* **REQUIRED ACTION**: Transcribe exactly the line containing "n in GOLDEN" and every line after it, through the end of the records below.

(Collected data)
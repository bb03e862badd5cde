"""The up-front Burnside count (enumerator.isomers.counting) and `isosieve count`.

The chelate extension of the count (placement cycles + bit-mask DP) is
checked against the enumerator, which works by a different method
(stabiliser-chain orbit construction), and against textbook counts.
"""

from __future__ import annotations

import io
import json
from contextlib import redirect_stderr, redirect_stdout

import pytest
from support.golden import GOLDEN, GOLDEN_DIR  # tests/ is on sys.path under pytest

from enumerator.cli import main
from enumerator.errors import InputError
from enumerator.isomers.counting import CountResult, GeometryCount, burnside_counts, count_isomers
from enumerator.isomers.enumeration import enumerate_isomers
from enumerator.parse.abstract import parse_abstract
from enumerator.render.count import render_count
from enumerator.rules.ruleset import load_rules
from enumerator.workflow.pipeline import apply_settings
from enumerator.workflow.queries import count_formula

RULES = load_rules()

CHELATES = [
    "M(AA)2b2",
    "M(AB)2b2",
    "M(AA)3",
    "M(AB)3",
    "M(AAA)b3",
    "M(ABA)b3",
    "M(ABC)b3",
    "M(ring)a3",
    "M(ring)abc",
    "M(AB)abcd",
    "M(AA)b2c2",
    "M(AB)a2bc",
    "M(AA)4",
    "M(AB)4",
    "M(AB)ab",
    "M(AA)ab",
    "M(ABC)(AB)ab",
    "M(AA)(AB)ab",
    "M(AB)(AB)",
    "M(AB)a",
    "M(AAA)(AB)abc",
    "M(AA)2",
    "M(AB)2a2b",
    "M(ABA)(AA)",
    "M(AA)a2b",
    # tripods (a face each) and eta-rings (one site of the largest site stabiliser)
    "M(ring)a",
    "M(ring)2",
    "M(ring)a2",
    "M(ring)ab",
    "M{AAA}",
    "M(ring)2ab",
    "M{AAA}b",
    "M{ABC}d",
    "M(ring)a2bc",
    "M(ring)2abc",
    "M{AAA}bc",
    "M{ABB}cd",
    "M(ring)(AA)bc",
    "M{AAA}b3",
    "M{ABB}cde",
    "M{AAA}2",
    "M(ring){AAA}ab",
    "M(ring)2a2bc",
    "M{ABC}(AB)c",
    "M(ring)a2b2c2",
    "M{AAA}b2cd",
    "M{AAA}(ring)a2b2",
    "M(ring)2{AAA}abc",
]
GEOMETRIES = [
    "L-2",
    "TP-3",
    "TPY-3",
    "TS-3",
    "T-4",
    "SP-4",
    "SS-4",
    "TBPY-5",
    "SPY-5",
    "OC-6",
    "TPR-6",
    "hexplane-6",
    "PBPY-7",
    "OCF-7",
    "TPRS-7",
    "CU-8",
    "SAPR-8",
    "HBPY-8",
    "DD-8",
]


def _enumerated(comp, geo) -> tuple[int, int]:
    try:
        s = enumerate_isomers(comp, geo)
    except InputError:
        return (0, 0)
    return (s.geometric_isomers, s.stereoisomers)


@pytest.mark.parametrize("symbol", GEOMETRIES)
def test_chelate_counts_agree_with_the_enumerator(symbol):
    # independent method: the enumerator's orbit construction (common practice: two methods must agree)
    geo = RULES.geometry(symbol)
    checked = 0
    for f in CHELATES:
        comp = parse_abstract(f)
        if comp.donor_count != geo.coordination_number:
            continue
        assert burnside_counts(comp, geo) == _enumerated(comp, geo), f
        checked += 1
    assert checked or symbol in ("TP-3",)


@pytest.mark.parametrize(
    "symbol,formula,spans,arrangements",
    [
        ("OC-6", "M(AA)b4", [("AA", "trans")], []),
        ("OC-6", "M(AA)2b2", [("AA", "any")], []),
        ("OC-6", "M(AAA)b3", [], [("AAA", "mer")]),
        ("OC-6", "M(ABA)(AB)b", [], [("ABA", "fac")]),
        ("CU-8", "M(AA)4", [("AA", "trans")], []),
        ("IC-12", "M(AA)6", [], []),
        ("IC-12", "M(ring)a3b3c3d2", [], []),
        ("IC-12", "M{AAA}a3b3c3", [], []),
    ],
)
def test_span_and_arrangement_settings_agree(symbol, formula, spans, arrangements):
    # independent method: the enumerator (common practice)
    geo = RULES.geometry(symbol)
    comp = apply_settings(parse_abstract(formula), spans, arrangements)
    assert burnside_counts(comp, geo) == _enumerated(comp, geo)


@pytest.mark.parametrize(
    "formula,expected",
    [
        ("M(AA)3", (1, 2)),  # Delta/Lambda tris-chelate; Cotton & Wilkinson, Advanced Inorganic Chemistry (from memory)
        ("M(AA)2b2", (2, 3)),  # trans + cis pair; Miessler & Tarr, Inorganic Chemistry (from memory)
        ("M(AB)3", (2, 4)),  # fac and mer, each chiral; Housecroft & Sharpe, Inorganic Chemistry (from memory)
        ("Mabcdef", (15, 30)),  # Miessler & Tarr, Inorganic Chemistry (from memory)
    ],
)
def test_textbook_counts(formula, expected):
    assert burnside_counts(parse_abstract(formula), RULES.geometry("OC-6")) == expected


def test_twelve_different_ligands_on_the_icosahedron():
    # 12!/60 rotations = 7,983,360 (no labelling is fixed by a non-identity op); Burnside's lemma by hand
    assert burnside_counts(parse_abstract("Mabcdefghijkl"), RULES.geometry("IC-12")) == (3991680, 7983360)


def test_donor_count_mismatch_is_none():
    assert burnside_counts(parse_abstract("Ma5"), RULES.geometry("OC-6")) is None


def _cli(args):
    out, err = io.StringIO(), io.StringIO()
    code = 0
    with redirect_stdout(out), redirect_stderr(err):
        try:
            main(args)
        except SystemExit as exc:
            code = exc.code or 0
    return code, out.getvalue(), err.getvalue()


def test_count_command_text_and_json():
    code, out, _ = _cli(["count", "M(AA)2b2"])
    assert code == 0 and "2 geometric isomer(s), 3 stereoisomer(s)" in out  # Miessler & Tarr (from memory)
    code, out, _ = _cli(["count", "Ma4b2", "--all", "--json"])
    doc = json.loads(out)
    got = {r["geometry"]: r["geometric_isomers"] for r in doc["counts"]}
    # the historical argument: octahedron 2, trigonal prism 3, hexagonal plane 3 (Werner; from memory)
    assert got["OC-6"] == 2 and got["TPR-6"] == 3 and got["hexplane-6"] == 3


def test_count_command_errors_are_one_line():
    code, out, err = _cli(["count", "M(AA)3", "-g", "TP-3"])
    assert code == 2 and out == "" and len(err.strip().splitlines()) == 1 and err.startswith("isosieve: error:")


def test_count_result_json_shape():
    # one geometry: the reason is reported; every geometry: it is not
    one = count_formula("Ma4b2", geometry="OC-6").to_dict()
    assert list(one) == ["formula", "method", "counts", "geometry_reason"]
    assert one["counts"] == [{"geometry": "OC-6", "name": "octahedron", "geometric_isomers": 2, "stereoisomers": 2}]
    every = count_formula("Ma4b2", every=True).to_dict()
    assert "geometry_reason" not in every
    assert [c["geometry"] for c in every["counts"]] == ["OC-6", "TPR-6", "hexplane-6"]


def test_unplaceable_ligands_are_said_in_text():
    res = CountResult("M(AA)3", (GeometryCount("TPR-6", "trigonal prism", 0, 0),))
    assert "cannot all be placed together" in render_count(res)


def test_count_isomers_runs_the_enumerators_checks():
    with pytest.raises(InputError):
        count_isomers(parse_abstract("Ma5"), [RULES.geometry("OC-6")])


@pytest.mark.parametrize("name", [n for n in GOLDEN if n.startswith("count_")])
def test_count_output_is_byte_identical(name):
    code, out, err = _cli(list(GOLDEN[name]))
    assert code == 0, err
    assert out.encode("utf-8") == (GOLDEN_DIR / name).read_bytes()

* **RESPONSE TO THE TASK**:
@pytest.mark.parametrize("name", [n for n in GOLDEN if n.startswith("count_")])
def test_count_output_is_byte_identical(name):
    code, out, err = _cli(list(GOLDEN[name]))
    assert code == 0, err
    assert out.encode("utf-8") == (GOLDEN_DIR / name).read_bytes()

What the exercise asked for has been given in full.